— Work instructions —
Transcribe the records exactly from the line with "tests to count." to the end, both included.

[Stored data entries]
Start of Block
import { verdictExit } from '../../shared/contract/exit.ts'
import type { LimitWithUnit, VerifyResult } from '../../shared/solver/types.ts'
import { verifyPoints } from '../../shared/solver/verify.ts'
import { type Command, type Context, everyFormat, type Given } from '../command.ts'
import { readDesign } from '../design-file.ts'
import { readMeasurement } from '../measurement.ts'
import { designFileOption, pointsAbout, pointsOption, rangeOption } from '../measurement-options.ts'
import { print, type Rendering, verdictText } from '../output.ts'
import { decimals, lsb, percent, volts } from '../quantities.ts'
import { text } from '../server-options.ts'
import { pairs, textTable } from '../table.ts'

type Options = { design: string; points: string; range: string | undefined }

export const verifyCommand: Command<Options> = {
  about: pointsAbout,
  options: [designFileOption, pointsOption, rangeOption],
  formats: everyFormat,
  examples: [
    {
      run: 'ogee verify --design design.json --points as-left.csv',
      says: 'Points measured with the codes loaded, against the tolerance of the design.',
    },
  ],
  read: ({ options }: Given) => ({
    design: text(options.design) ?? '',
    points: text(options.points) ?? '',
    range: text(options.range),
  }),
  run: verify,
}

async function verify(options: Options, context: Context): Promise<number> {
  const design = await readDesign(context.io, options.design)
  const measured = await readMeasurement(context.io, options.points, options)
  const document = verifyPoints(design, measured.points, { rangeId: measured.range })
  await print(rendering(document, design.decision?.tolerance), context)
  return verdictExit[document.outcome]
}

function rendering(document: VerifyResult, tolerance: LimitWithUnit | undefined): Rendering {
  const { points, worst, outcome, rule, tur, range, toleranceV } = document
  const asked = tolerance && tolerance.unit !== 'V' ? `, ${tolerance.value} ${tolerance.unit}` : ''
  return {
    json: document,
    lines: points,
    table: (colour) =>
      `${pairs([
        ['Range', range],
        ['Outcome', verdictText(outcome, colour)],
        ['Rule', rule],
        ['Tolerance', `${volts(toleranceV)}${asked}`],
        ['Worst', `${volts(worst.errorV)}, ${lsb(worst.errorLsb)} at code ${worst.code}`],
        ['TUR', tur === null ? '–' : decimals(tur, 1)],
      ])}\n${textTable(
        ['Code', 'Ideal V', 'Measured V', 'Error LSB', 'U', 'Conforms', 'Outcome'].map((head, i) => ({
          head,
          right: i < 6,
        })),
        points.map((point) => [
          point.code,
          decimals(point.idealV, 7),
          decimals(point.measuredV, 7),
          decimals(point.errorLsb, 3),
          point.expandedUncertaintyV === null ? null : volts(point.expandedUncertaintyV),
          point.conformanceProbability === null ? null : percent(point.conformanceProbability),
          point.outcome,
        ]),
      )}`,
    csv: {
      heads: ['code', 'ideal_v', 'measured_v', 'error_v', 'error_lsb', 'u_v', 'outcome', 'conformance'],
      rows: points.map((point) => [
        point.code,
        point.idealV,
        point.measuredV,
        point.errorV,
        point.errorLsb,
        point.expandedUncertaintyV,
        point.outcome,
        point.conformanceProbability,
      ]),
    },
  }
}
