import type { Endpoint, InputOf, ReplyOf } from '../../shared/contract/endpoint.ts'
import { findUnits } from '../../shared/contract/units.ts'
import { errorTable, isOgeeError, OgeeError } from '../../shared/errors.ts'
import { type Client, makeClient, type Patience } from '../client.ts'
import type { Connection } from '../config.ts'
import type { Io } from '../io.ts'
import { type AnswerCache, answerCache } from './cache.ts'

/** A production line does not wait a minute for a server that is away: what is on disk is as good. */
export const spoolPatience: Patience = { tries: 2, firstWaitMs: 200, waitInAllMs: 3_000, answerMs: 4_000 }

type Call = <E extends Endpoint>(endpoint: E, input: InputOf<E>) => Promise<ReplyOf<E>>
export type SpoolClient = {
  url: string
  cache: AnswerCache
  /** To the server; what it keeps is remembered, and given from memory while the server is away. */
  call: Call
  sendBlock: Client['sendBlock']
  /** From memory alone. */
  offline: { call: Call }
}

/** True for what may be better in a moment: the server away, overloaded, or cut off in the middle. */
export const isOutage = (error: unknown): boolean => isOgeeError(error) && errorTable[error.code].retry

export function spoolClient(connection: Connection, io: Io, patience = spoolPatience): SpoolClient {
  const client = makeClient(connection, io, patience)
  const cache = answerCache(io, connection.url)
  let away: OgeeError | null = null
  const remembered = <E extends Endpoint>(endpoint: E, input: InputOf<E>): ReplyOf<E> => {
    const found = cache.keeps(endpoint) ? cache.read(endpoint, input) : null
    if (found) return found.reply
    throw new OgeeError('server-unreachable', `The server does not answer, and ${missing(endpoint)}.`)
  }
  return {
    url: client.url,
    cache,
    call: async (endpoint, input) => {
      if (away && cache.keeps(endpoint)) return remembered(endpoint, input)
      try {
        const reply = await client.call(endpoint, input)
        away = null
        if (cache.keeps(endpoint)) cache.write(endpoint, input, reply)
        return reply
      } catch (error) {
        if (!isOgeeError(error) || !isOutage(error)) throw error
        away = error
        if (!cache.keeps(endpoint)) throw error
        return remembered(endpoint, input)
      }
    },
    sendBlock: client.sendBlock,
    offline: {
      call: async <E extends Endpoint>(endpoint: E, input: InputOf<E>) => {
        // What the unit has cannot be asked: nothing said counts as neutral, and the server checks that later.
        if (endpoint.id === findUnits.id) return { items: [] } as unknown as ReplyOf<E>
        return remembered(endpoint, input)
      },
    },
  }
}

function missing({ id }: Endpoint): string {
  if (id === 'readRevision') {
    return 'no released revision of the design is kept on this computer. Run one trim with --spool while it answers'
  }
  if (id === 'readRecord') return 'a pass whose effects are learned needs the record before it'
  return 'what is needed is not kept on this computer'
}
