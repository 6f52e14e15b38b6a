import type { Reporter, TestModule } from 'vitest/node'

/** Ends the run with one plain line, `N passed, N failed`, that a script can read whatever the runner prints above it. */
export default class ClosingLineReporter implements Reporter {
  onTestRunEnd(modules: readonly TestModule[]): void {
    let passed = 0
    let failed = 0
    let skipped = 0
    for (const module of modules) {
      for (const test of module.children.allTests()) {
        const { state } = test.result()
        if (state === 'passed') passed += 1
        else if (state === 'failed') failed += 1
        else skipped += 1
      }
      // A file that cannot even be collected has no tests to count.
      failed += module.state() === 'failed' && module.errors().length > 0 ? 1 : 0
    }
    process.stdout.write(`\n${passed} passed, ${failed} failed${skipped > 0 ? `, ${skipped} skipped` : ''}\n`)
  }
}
End of Block
— Task output —
      // A file that cannot even be collected has no tests to count.
      failed += module.state() === 'failed' && module.errors().length > 0 ? 1 : 0
    }
    process.stdout.write(`\n${passed} passed, ${failed} failed${skipped > 0 ? `, ${skipped} skipped` : ''}\n`)
  }
}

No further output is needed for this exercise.